Stored data:
****

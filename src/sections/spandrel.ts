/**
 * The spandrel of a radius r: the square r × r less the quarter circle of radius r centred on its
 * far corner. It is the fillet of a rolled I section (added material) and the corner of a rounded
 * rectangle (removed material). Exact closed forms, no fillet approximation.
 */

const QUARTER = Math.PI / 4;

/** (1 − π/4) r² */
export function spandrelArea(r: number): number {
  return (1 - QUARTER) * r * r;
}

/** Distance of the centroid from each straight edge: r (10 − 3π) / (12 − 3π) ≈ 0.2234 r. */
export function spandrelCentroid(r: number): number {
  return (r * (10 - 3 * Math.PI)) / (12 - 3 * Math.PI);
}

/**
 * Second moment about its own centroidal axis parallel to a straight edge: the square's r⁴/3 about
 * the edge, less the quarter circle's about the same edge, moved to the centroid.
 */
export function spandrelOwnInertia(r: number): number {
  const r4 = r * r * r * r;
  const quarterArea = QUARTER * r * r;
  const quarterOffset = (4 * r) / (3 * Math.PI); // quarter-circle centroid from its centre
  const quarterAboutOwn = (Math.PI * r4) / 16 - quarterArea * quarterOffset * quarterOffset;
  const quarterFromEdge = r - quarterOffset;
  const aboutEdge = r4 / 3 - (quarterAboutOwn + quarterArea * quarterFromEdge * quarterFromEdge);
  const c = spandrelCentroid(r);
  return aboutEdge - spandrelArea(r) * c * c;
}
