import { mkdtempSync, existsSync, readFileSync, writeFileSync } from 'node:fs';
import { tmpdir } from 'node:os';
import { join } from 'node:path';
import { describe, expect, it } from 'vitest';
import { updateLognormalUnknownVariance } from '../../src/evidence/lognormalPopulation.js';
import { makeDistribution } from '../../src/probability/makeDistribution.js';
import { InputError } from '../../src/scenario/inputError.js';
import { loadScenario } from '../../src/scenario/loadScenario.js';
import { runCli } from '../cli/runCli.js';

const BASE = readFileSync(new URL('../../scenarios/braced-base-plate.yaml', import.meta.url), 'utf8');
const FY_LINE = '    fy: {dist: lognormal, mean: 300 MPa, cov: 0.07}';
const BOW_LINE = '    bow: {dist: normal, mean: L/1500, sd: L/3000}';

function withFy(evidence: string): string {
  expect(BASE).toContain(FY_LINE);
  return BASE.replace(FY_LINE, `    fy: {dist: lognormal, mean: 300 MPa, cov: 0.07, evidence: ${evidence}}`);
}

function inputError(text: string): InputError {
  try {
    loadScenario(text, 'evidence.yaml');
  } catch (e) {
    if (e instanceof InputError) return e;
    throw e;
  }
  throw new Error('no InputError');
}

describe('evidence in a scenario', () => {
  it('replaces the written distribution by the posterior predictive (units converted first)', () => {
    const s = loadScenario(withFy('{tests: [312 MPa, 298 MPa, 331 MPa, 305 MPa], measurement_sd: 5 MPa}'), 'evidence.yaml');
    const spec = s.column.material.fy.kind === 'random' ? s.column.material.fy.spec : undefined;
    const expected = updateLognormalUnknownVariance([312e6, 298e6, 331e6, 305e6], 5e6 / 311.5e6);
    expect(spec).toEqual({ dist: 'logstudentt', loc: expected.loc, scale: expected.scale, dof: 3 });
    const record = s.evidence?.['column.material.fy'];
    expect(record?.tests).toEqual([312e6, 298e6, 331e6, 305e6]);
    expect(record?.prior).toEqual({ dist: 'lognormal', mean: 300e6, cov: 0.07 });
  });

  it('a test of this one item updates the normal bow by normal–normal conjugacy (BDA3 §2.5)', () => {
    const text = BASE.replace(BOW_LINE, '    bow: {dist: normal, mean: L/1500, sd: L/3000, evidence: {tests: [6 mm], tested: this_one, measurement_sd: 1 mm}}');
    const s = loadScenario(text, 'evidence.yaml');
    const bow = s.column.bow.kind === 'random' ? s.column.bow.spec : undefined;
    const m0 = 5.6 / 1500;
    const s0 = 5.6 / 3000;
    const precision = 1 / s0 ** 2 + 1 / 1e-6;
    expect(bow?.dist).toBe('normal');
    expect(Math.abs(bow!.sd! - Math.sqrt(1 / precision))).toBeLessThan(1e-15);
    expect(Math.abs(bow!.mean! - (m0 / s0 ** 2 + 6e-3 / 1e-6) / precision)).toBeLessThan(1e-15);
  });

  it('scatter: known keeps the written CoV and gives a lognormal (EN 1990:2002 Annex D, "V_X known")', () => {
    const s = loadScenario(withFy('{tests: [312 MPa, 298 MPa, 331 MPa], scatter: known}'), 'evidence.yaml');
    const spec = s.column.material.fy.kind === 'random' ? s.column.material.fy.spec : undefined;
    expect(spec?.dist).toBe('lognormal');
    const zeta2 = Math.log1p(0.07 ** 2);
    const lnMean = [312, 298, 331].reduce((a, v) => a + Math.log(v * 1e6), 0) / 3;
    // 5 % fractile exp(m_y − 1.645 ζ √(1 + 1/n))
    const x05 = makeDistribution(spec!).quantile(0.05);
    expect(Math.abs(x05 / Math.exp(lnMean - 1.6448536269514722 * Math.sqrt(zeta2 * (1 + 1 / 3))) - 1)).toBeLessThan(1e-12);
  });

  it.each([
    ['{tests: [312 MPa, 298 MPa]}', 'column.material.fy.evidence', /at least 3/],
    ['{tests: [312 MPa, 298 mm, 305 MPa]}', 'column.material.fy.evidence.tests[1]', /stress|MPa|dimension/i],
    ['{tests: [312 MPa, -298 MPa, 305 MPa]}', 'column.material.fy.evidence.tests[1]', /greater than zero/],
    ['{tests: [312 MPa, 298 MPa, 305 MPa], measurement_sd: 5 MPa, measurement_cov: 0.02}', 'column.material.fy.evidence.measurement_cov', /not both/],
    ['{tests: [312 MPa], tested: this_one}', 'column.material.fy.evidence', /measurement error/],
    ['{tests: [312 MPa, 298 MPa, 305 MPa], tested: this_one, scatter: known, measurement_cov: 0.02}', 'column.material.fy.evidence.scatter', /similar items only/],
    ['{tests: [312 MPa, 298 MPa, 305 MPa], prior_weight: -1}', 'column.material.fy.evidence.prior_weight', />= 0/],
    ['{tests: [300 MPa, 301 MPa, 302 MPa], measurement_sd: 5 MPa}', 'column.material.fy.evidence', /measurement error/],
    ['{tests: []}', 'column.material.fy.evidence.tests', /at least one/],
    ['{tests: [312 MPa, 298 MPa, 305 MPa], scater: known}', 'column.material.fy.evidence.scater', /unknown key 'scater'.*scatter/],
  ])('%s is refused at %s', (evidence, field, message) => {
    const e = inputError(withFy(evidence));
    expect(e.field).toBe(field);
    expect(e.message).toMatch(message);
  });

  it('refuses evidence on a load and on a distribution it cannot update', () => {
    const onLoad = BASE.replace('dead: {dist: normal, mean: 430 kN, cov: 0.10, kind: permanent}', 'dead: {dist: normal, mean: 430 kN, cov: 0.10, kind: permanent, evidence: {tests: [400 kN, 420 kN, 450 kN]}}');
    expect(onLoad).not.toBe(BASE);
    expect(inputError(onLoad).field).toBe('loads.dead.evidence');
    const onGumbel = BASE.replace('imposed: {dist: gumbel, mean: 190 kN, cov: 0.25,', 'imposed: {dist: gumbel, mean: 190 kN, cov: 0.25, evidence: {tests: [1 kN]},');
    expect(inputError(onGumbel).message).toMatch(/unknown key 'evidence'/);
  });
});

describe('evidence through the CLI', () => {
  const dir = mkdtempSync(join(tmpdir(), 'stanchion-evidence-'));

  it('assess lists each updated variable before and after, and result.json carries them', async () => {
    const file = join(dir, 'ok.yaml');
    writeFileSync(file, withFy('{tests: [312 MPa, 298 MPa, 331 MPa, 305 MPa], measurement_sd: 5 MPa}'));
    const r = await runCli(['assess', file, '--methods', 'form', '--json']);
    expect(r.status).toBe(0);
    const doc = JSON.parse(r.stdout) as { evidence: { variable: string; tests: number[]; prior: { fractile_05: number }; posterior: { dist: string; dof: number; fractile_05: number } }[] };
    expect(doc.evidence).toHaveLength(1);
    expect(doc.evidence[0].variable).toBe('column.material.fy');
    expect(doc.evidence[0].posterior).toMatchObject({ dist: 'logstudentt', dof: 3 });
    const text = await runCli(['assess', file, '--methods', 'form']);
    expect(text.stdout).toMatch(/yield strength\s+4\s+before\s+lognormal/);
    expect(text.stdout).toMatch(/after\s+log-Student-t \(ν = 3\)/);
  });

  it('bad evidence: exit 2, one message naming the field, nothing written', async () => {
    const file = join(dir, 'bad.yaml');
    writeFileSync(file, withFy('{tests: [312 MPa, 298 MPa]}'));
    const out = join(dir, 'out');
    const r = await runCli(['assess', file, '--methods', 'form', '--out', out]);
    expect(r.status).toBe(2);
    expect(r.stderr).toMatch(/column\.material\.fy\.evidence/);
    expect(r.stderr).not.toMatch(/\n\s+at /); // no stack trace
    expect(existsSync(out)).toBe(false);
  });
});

****

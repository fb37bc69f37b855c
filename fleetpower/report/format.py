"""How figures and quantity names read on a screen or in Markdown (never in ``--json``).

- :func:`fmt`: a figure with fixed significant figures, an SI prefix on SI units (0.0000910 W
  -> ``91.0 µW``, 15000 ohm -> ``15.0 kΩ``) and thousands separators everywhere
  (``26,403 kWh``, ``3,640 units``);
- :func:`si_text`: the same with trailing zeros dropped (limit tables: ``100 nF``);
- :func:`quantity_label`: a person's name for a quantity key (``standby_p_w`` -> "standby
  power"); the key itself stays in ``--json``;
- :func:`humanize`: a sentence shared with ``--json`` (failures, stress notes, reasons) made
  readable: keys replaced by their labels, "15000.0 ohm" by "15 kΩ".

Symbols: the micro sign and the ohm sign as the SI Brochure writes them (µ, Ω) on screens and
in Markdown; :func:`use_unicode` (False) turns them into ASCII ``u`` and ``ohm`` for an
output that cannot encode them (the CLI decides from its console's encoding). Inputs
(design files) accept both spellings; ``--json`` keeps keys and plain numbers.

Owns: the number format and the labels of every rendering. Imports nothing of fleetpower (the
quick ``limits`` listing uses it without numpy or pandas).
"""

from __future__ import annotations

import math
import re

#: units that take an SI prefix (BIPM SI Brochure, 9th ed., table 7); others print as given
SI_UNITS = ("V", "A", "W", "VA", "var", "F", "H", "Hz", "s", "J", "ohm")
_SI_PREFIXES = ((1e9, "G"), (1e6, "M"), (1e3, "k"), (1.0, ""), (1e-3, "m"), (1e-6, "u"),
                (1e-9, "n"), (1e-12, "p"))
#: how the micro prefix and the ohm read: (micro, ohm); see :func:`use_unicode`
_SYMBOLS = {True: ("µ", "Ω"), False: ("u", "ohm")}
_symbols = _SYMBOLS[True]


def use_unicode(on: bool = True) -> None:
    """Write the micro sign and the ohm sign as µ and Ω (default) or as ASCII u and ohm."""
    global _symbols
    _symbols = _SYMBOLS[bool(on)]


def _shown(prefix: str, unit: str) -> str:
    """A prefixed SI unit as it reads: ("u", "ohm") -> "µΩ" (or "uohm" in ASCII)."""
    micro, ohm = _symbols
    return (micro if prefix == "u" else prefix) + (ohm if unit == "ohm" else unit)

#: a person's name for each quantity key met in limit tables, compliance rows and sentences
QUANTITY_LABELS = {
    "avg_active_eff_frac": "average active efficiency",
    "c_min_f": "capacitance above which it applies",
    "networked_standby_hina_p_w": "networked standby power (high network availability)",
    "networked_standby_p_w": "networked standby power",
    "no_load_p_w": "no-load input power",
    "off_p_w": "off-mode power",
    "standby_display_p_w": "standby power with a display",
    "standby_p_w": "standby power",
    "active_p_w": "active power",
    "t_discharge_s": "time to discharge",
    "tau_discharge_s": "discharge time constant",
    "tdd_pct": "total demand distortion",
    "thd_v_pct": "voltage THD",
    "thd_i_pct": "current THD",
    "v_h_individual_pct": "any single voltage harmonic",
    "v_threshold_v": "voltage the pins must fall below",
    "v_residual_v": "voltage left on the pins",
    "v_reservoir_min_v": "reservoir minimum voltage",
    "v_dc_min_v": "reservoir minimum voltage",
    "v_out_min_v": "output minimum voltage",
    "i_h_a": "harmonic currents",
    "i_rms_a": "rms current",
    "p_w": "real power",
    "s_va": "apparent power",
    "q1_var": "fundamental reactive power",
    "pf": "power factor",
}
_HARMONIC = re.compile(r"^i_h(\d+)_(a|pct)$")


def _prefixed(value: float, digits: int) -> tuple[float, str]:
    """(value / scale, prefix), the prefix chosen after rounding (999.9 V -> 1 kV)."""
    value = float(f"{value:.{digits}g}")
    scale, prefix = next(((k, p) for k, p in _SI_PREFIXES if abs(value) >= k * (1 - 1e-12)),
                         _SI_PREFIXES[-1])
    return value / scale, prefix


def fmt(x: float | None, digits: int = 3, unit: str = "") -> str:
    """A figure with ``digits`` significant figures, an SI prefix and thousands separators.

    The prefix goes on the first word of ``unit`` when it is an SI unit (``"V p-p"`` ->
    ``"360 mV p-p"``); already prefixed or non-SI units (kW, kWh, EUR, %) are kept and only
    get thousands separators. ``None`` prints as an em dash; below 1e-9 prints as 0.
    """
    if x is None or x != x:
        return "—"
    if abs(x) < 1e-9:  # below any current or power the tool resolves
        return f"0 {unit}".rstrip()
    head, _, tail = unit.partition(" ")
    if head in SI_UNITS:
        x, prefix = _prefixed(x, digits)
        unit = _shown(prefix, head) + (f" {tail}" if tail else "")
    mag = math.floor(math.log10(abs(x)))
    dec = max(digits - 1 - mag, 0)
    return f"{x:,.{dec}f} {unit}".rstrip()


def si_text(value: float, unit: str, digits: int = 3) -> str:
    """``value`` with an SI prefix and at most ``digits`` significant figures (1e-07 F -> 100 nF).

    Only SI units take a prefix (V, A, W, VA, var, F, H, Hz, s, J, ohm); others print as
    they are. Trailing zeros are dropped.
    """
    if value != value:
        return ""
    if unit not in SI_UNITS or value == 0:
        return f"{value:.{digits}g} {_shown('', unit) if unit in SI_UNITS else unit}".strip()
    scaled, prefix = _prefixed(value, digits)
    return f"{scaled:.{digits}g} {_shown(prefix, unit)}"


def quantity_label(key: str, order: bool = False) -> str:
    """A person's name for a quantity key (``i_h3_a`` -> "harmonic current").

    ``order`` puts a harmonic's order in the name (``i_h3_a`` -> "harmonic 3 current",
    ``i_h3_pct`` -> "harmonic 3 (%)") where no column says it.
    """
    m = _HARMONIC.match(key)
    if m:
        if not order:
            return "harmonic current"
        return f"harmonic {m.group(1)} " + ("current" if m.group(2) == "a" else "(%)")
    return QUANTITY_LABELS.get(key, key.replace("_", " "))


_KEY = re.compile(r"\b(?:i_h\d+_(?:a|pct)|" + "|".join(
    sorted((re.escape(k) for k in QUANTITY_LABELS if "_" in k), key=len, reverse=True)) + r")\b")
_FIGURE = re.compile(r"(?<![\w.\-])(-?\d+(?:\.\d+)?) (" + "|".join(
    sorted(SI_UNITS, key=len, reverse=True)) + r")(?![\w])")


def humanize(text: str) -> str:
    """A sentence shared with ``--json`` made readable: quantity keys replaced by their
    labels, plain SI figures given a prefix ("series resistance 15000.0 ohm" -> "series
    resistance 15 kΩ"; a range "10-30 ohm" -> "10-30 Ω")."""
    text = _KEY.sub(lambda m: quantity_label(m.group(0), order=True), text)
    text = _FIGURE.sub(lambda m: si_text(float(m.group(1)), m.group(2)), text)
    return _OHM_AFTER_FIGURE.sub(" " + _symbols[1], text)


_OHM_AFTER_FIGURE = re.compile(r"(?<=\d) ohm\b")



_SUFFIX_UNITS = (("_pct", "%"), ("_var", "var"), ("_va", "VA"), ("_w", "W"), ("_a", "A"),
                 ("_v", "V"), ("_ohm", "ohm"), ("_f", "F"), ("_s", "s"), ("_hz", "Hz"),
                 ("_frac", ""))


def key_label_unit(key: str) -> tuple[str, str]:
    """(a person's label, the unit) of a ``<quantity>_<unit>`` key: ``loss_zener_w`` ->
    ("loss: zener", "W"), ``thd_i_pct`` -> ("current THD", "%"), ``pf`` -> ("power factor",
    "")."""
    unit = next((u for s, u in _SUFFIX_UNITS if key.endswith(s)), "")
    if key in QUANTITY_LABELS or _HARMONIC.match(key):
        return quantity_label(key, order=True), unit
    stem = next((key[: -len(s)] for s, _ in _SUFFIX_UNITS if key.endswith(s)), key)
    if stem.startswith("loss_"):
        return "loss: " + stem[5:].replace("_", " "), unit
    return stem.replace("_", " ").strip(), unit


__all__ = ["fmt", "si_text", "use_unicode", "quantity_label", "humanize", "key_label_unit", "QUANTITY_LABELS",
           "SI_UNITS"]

****

- WHAT THE EXERCISE ASKS -
From the line holding "expect(bow?.dist).toBe('normal');" to the line holding "it('scatter: known keeps", inclusive, restate each line above exactly as written.

- WRITTEN RESPONSE -
    expect(bow?.dist).toBe('normal');
    expect(Math.abs(bow!.sd! - Math.sqrt(1 / precision))).toBeLessThan(1e-15);
    expect(Math.abs(bow!.mean! - (m0 / s0 ** 2 + 6e-3 / 1e-6) / precision)).toBeLessThan(1e-15);
  });

  it('scatter: known keeps the written CoV and gives a lognormal (EN 1990:2002 Annex D, "V_X known")', () => {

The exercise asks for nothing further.